Workers are legally entitled to the same job after a job-protected leave, but what if that's not the ideal option?
Q: When bringing an employee back from parental leave or a temporary layoff, how similar does their job have to be?
A: The COVID-19 crisis has caused wide-spread upheaval across Canadian workplaces. Temporary layoffs became the norm during the early days of the pandemic as provincial lockdowns forced some organizations to shutter fully and others to downsize or pivot to a remote workplace model. The pandemic’s second wave is forcing many companies to consider laying off workers once again.

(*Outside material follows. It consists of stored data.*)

package holonomy

import (
	"math"
	"math/cmplx"
	"math/rand/v2"
	"testing"
)

// starRandScheme returns a random star scheme of n levels: every level but
// the hub coupled to the hub by one channel of random orientation and
// factor (one level by two channels, which add), the computational levels
// all leaves but the last, which is the auxiliary level driven at the base
// point.
func starRandScheme(rng *rand.Rand, n int) (s *Scheme, hub, aux int) {
	s = &Scheme{Name: "star"}
	for i := 0; i < n; i++ {
		s.Levels = append(s.Levels, Level{Name: string(rune('a' + i))})
	}
	hub = rng.IntN(n)
	for k := 0; k < n; k++ {
		if k == hub {
			continue
		}
		f := 0.5 + 1.5*rng.Float64()
		ch := Channel{Name: "c" + s.Levels[k].Name, Lower: k, Upper: hub, Factor: f}
		if rng.IntN(2) == 0 {
			ch.Lower, ch.Upper = hub, k
		}
		s.Channels = append(s.Channels, ch)
		aux = k
	}
	c := s.Channels[0]
	c.Name += "2"
	c.Factor = 0.3
	s.Channels = append(s.Channels, c)
	for k := 0; k < n; k++ {
		if k != hub && k != aux {
			s.Computational = append(s.Computational, k)
		}
	}
	return s, hub, aux
}

// starRandLoop returns a smooth closed loop on the star scheme s: the
// channel to aux is driven at Ω(1 + 0.3·f(s)), the others at 0.8Ω·f(s),
// with random complex two-harmonic f vanishing at s = 0, so the
// computational levels are dark at the base point and the bright coupling
// stays above 0.4Ω.
func starRandLoop(rng *rand.Rand, s *Scheme, aux int) Loop {
	type harm struct{ a, b complex128 }
	coef := make([][2]harm, len(s.Channels))
	for c := range coef {
		for m := range coef[c] {
			coef[c][m] = harm{complex(rng.NormFloat64(), rng.NormFloat64()) / 3, complex(rng.NormFloat64(), rng.NormFloat64()) / 3}
		}
	}
	return func(x float64, p Point) {
		for c, ch := range s.Channels {
			var f complex128
			for m, h := range coef[c] {
				t := 2 * math.Pi * float64(m+1) * x
				f += h.a*complex(math.Sin(t), 0) + h.b*complex(1-math.Cos(t), 0)
			}
			if ch.Lower == aux || ch.Upper == aux {
				p.Drive[c] = complex(geoOmega, 0) * (1 + 0.3*f/complex(math.Max(1, cmplx.Abs(f)), 0))
			} else {
				p.Drive[c] = complex(0.8*geoOmega, 0) * f
			}
		}
	}
}

// TestDarkWilsonMatchesGeneral compares the closed-form dark basis of a
// star scheme with the general eigensolver path (an independent oracle:
// Householder reduction and warm Jacobi sweeps) on random loops of random
// star schemes with 3 to 7 levels. The discrete Wilson loop does not
// depend on the basis of each sample, so the two agree to rounding; the
// smallest gap is the bright coupling in one and an eigenvalue difference
// in the other.
func TestDarkWilsonMatchesGeneral(t *testing.T) {
	rng := rand.New(rand.NewPCG(12, 4096))
	for rep := 0; rep < 40; rep++ {
		n := 3 + rep%5
		s, _, aux := starRandScheme(rng, n)
		loop := starRandLoop(rng, s, aux)
		k := len(s.Computational)
		fast, gen := NewWilson(s), NewWilson(s)
		gen.noFast = true
		uf, ug := NewMat(k, k), NewMat(k, k)
		const pts = 512
		gf, errF := fast.Loop(loop, pts, uf)
		gg, errG := gen.Loop(loop, pts, ug)
		if errF != nil || errG != nil {
			t.Fatalf("rep %d (n=%d): fast %v, general %v", rep, n, errF, errG)
		}
		if !fast.fast || gen.fast {
			t.Fatalf("rep %d: closed form used: fast workspace %v, general %v", rep, fast.fast, gen.fast)
		}
		if d := FrobeniusDist(uf, ug); d > 1e-11 {
			t.Errorf("rep %d (n=%d): holonomies differ by %.2g", rep, n, d)
		}
		if e := UnitarityError(uf); e > 1e-12 {
			t.Errorf("rep %d: unitarity error %.2g", rep, e)
		}
		if math.Abs(gf.Min-gg.Min) > 1e-9*gg.Min || gf.At != gg.At {
			t.Errorf("rep %d: gap %.12g at %g, general %.12g at %g", rep, gf.Min, gf.At, gg.Min, gg.At)
		}
		if gf.Min < 0.4*geoOmega/2*0.3 {
			t.Errorf("rep %d: gap %.3g below the loop's bound", rep, gf.Min)
		}
		if rep%10 != 0 {
			continue
		}
		rf, errF := fast.Adaptive(loop, AdaptiveOptions{Tol: 1e-8, Extrapolate: true})
		rg, errG := gen.Adaptive(loop, AdaptiveOptions{Tol: 1e-8, Extrapolate: true})
		if errF != nil || errG != nil {
			t.Fatalf("rep %d adaptive: fast %v, general %v", rep, errF, errG)
		}
		if rf.Points != rg.Points || FrobeniusDist(rf.U, rg.U) > 1e-10 {
			t.Errorf("rep %d adaptive: %d vs %d points, distance %.2g", rep, rf.Points, rg.Points, FrobeniusDist(rf.U, rg.U))
		}
	}
}

// TestDarkWilsonFallsBack: a detuning that switches on along the loop puts
// the dark pair off zero energy; the pass must leave the closed form and
// give the general path's result.
func TestDarkWilsonFallsBack(t *testing.T) {
	s := Tripod()
	det := func(x float64, p Point) {
		geoSmoothTripod(x, p)
		p.Detuning[3] = 0.2 * geoOmega * math.Pow(math.Sin(math.Pi*x), 2)
	}
	fast, gen := NewWilson(s), NewWilson(s)
	gen.noFast = true
	uf, ug := NewMat(2, 2), NewMat(2, 2)
	if _, err := fast.Loop(det, 256, uf); err != nil {
		t.Fatal(err)
	}
	if _, err := gen.Loop(det, 256, ug); err != nil {
		t.Fatal(err)
	}
	if fast.fast {
		t.Error("closed form kept on a detuned loop")
	}
	if d := FrobeniusDist(uf, ug); d != 0 {
		t.Errorf("fallback differs from the general path by %.2g", d)
	}
	// And the closed form on the resonant loop (a non-zero check that the
	// flag means something).
	if _, err := fast.Loop(geoSmoothTripod, 256, uf); err != nil || !fast.fast {
		t.Errorf("resonant tripod: closed form %v, error %v", fast.fast, err)
	}
}

// TestDarkBasis checks the closed-form dark basis against its definition
// and the spectrum against Eigen: columns 1 … n−2 orthonormal, zero on the
// hub and annihilated by H; the eigenvalues are −β, 0 (n−2 times), +β
// (Golub and Van Loan §8.6.1 for the one-column coupling matrix).
func TestDarkBasis(t *testing.T) {
	rng := rand.New(rand.NewPCG(5, 6))
	for rep := 0; rep < 200; rep++ {
		n := 3 + rep%14
		hub := rng.IntN(n)
		var b [MaxLevels]complex128
		h := NewMat(n, n)
		for k := 0; k < n; k++ {
			if k == hub {
				continue
			}
			sc := math.Pow(10, -6*rng.Float64()*float64(rep%2)) // some tiny couplings
			b[k] = complex(sc*rng.NormFloat64(), sc*rng.NormFloat64())
			h.Set(k, hub, b[k])
			h.Set(hub, k, cmplx.Conj(b[k]))
		}
		v := NewMat(n, n)
		beta := darkBasis(&b, v.Data, n, hub)
		vals := make([]float64, n)
		NewEigen(n).Factorize(h, vals, NewMat(n, n))
		if math.Abs(vals[n-1]-beta) > 1e-14*beta || math.Abs(vals[0]+beta) > 1e-14*beta {
			t.Errorf("rep %d: β = %.17g, extreme eigenvalues %.17g, %.17g", rep, beta, vals[0], vals[n-1])
		}
		for i := 1; i < n-1; i++ {
			if math.Abs(vals[i]) > 1e-14*beta {
				t.Errorf("rep %d: eigenvalue %d is %.3g, not 0", rep, i, vals[i])
			}
		}
		for a := 1; a < n-1; a++ {
			if v.At(hub, a) != 0 {
				t.Errorf("rep %d: column %d has hub weight", rep, a)
			}
			for c := 1; c < n-1; c++ {
				var dot complex128
				for r := 0; r < n; r++ {
					dot += cmplx.Conj(v.At(r, a)) * v.At(r, c)
				}
				want := complex(0, 0)
				if a == c {
					want = 1
				}
				if cmplx.Abs(dot-want) > 1e-14 {
					t.Errorf("rep %d: ⟨v%d|v%d⟩ = %v", rep, a, c, dot)
				}
			}
			var hv float64 // ‖H v_a‖ / β
			for r := 0; r < n; r++ {
				var x complex128
				for c := 0; c < n; c++ {
					x += h.At(r, c) * v.At(c, a)
				}
				hv += sqmag(x)
			}
			if math.Sqrt(hv) > 1e-14*beta {
				t.Errorf("rep %d: ‖H v_%d‖ = %.3g β", rep, a, math.Sqrt(hv)/beta)
			}
		}
	}
}

// TestStarCouplings: the couplings read from the control point equal the
// entries ⟨k|H|hub⟩ of Scheme.Hamiltonian bit for bit, and a detuning
// anywhere (static or controlled) is reported.
func TestStarCouplings(t *testing.T) {
	rng := rand.New(rand.NewPCG(7, 8))
	for rep := 0; rep < 50; rep++ {
		n := 3 + rep%6
		s, hub, _ := starRandScheme(rng, n)
		if got := schemeHub(s); got != hub {
			t.Fatalf("rep %d: hub %d, want %d", rep, got, hub)
		}
		p := s.NewPoint()
		for c := range p.Drive {
			p.Drive[c] = complex(rng.NormFloat64(), rng.NormFloat64())
		}
		h := NewMat(n, n)
		s.Hamiltonian(h, p)
		var b [MaxLevels]complex128
		if !starCouplings(s, p, hub, &b) {
			t.Fatalf("rep %d: resonant point reported detuned", rep)
		}
		for k := 0; k < n; k++ {
			if b[k] != h.At(k, hub) {
				t.Errorf("rep %d: b[%d] = %v, H = %v", rep, k, b[k], h.At(k, hub))
			}
		}
		p.Detuning[rng.IntN(n)] = 1e-9
		if starCouplings(s, p, hub, &b) {
			t.Errorf("rep %d: controlled detuning not seen", rep)
		}
		p.Detuning = nil
		s.Levels[rng.IntN(n)].Detuning = -3
		if starCouplings(s, p, hub, &b) {
			t.Errorf("rep %d: static detuning not seen", rep)
		}
	}
	if schemeHub(Spin(3, 0)) != -1 {
		t.Error("a spin ladder has no hub")
	}
}

// TestStarStep compares the closed-form star exponential of Step with
// exp(−iHt) from the eigendecomposition (expmByEigen) on random star
// Hamiltonians: 2 to 12 levels, any hub, one-photon detunings Δ from zero
// to far above the couplings, a common leaf detuning, couplings down to
// 1e-9 of Δ (where a division by β would lose everything), and steps from
// ‖H‖dt = 1e-3 to 300. Both sides are unitary; the bound is
// 1e-13·max(1, ‖H‖dt), as for TestExpmHermitian.
func TestStarStep(t *testing.T) {
	rng := rand.New(rand.NewPCG(9, 10))
	for rep := 0; rep < 300; rep++ {
		n := 2 + rep%11
		hub := rng.IntN(n)
		h := NewMat(n, n)
		scB := math.Pow(10, -9*rng.Float64()*float64(rep%3/2))
		for k := 0; k < n; k++ {
			if k != hub && (k == (hub+1)%n || rng.IntN(4) > 0) {
				v := complex(scB*rng.NormFloat64(), scB*rng.NormFloat64())
				h.Set(k, hub, v)
				h.Set(hub, k, cmplx.Conj(v))
			}
		}
		var delta, dg float64
		switch rep % 4 {
		case 1:
			delta = rng.NormFloat64()
		case 2:
			delta = 50 * rng.NormFloat64()
		case 3:
			delta, dg = rng.NormFloat64(), rng.NormFloat64()
		}
		for k := 0; k < n; k++ {
			h.Set(k, k, complex(dg, 0))
		}
		h.Set(hub, hub, complex(dg+delta, 0))
		if starHub(h.Data, n) < 0 {
			t.Fatalf("rep %d: star form not recognised", rep)
		}
		dt := math.Pow(10, -3+5*rng.Float64())
		u0 := dynRandUnitary(rng, n)
		u := u0.Clone()
		NewPropagator(n).Step(u, h, dt)
		want := NewMat(n, n)
		Mul(want, expmByEigen(h, dt), u0)
		norm := FrobeniusNorm(h) * dt
		if d := FrobeniusDist(u, want); d > 1e-13*math.Max(1, norm) {
			t.Errorf("rep %d: n=%d Δ=%.3g β-scale %.1g ‖H‖dt=%.3g: error %.3g", rep, n, delta, scB, norm, d)
		}
	}
	// Not a star: a coupling between two leaves, or unequal leaf detunings.
	h := NewMat(4, 4)
	h.Set(0, 3, 1)
	h.Set(1, 3, 1)
	h.Set(0, 1, 0.5)
	if starHub(h.Data, 4) >= 0 {
		t.Error("a triangle taken for a star")
	}
	h.Set(0, 1, 0)
	h.Set(2, 2, 0.1)
	if starHub(h.Data, 4) >= 0 {
		t.Error("unequal leaf detunings taken for a star")
	}
	// The odd diagonal entry names the hub: level 0 here, but the
	// couplings meet at level 3.
	h.Set(2, 2, 0)
	h.Set(0, 0, 0.3)
	if starHub(h.Data, 4) >= 0 {
		t.Error("a detuned leaf taken for the hub")
	}
	h.Set(0, 0, 0)
	h.Set(3, 3, 0.3)
	if got := starHub(h.Data, 4); got != 3 {
		t.Errorf("hub %d, want 3", got)
	}
}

In other cases, employees have requested extended leaves due to health reasons as they’ve recovered from a COVID-19 infection, to care for children or other loved ones or to deal with mental health challenges as the stress became overwhelming. Their options are broader than in the past. In recent years, we’ve seen a significant expansion of the scope of statutory job-protected leaves under provincial employment standards legislation. Recently, in response to the COVID-19 pandemic, Ontario’s Employment Standards Act, 2000 (ESA) was amended to add infectious disease emergencies to the list of available emergency leaves.
In that context — and using Ontario as an example — the question of whether employees who have been temporarily laid off or have returned from a leave of absence must be allowed to return to their pre-leave positions is seemingly straightforward. Under section 53(1) of the ESA, at the end of a protected leave, the employer is required to “reinstate the employee to the position the employee most recently held with the employer, if it still exists, or to a comparable position, if it does not.”
A common challenge for employers is that, in circumstances where a position is filled temporarily, an employer may invest significant time and funds to train a replacement. In some cases, the replacement’s performance exceeds expectations and the employer hopes to hire them permanently, potentially necessitating a termination or a workplace shuffle and creating a clear conflict with the ESA. But in that case, the employer’s hands are tied and it must allow the employee on leave to return to their position, right?
Yes, but with an important caveat — and this is where the importance of having well-drafted employment agreements comes into play. While employers cannot contract out of the reinstatement obligations under the ESA, they can reserve the right to move employees to comparable positions, meaning that work conditions such as wages, hours of work, benefits, duties and responsibilities must be the same or very similar.
That right must be explicitly reserved in a written employment agreement. A failure to include such a clause in the agreement could expose the employer to a constructive dismissal claim — in that case, courts will often find the employer to have unilaterally altered the terms of employment, thus terminating the employment relationship — an application under the Human Rights Code if the employee’s leave is related to a protected ground under the code or a complaint of a violation of the ESA.
Employment agreements must also explicitly outline the employer’s right to temporarily lay off employees. As with clauses reserving the right to change some employment terms, failing to include a temporary layoff clause in an employment agreement could expose an organization to a constructive dismissal claim.
The bottom line for employers is that a proactive approach is always the most effective tool to wield when seeking to avoid HR law risk and liability. Employment agreements should be comprehensive in scope and account for a wide range of operational circumstances. The goal should be to provide the organization with adequate HR flexibility.
Having the ability to adjust and adapt to prevailing economic conditions such as a global pandemic — in some cases by assigning employees to new positions — can prove crucial to ensuring an organization’s long-term success.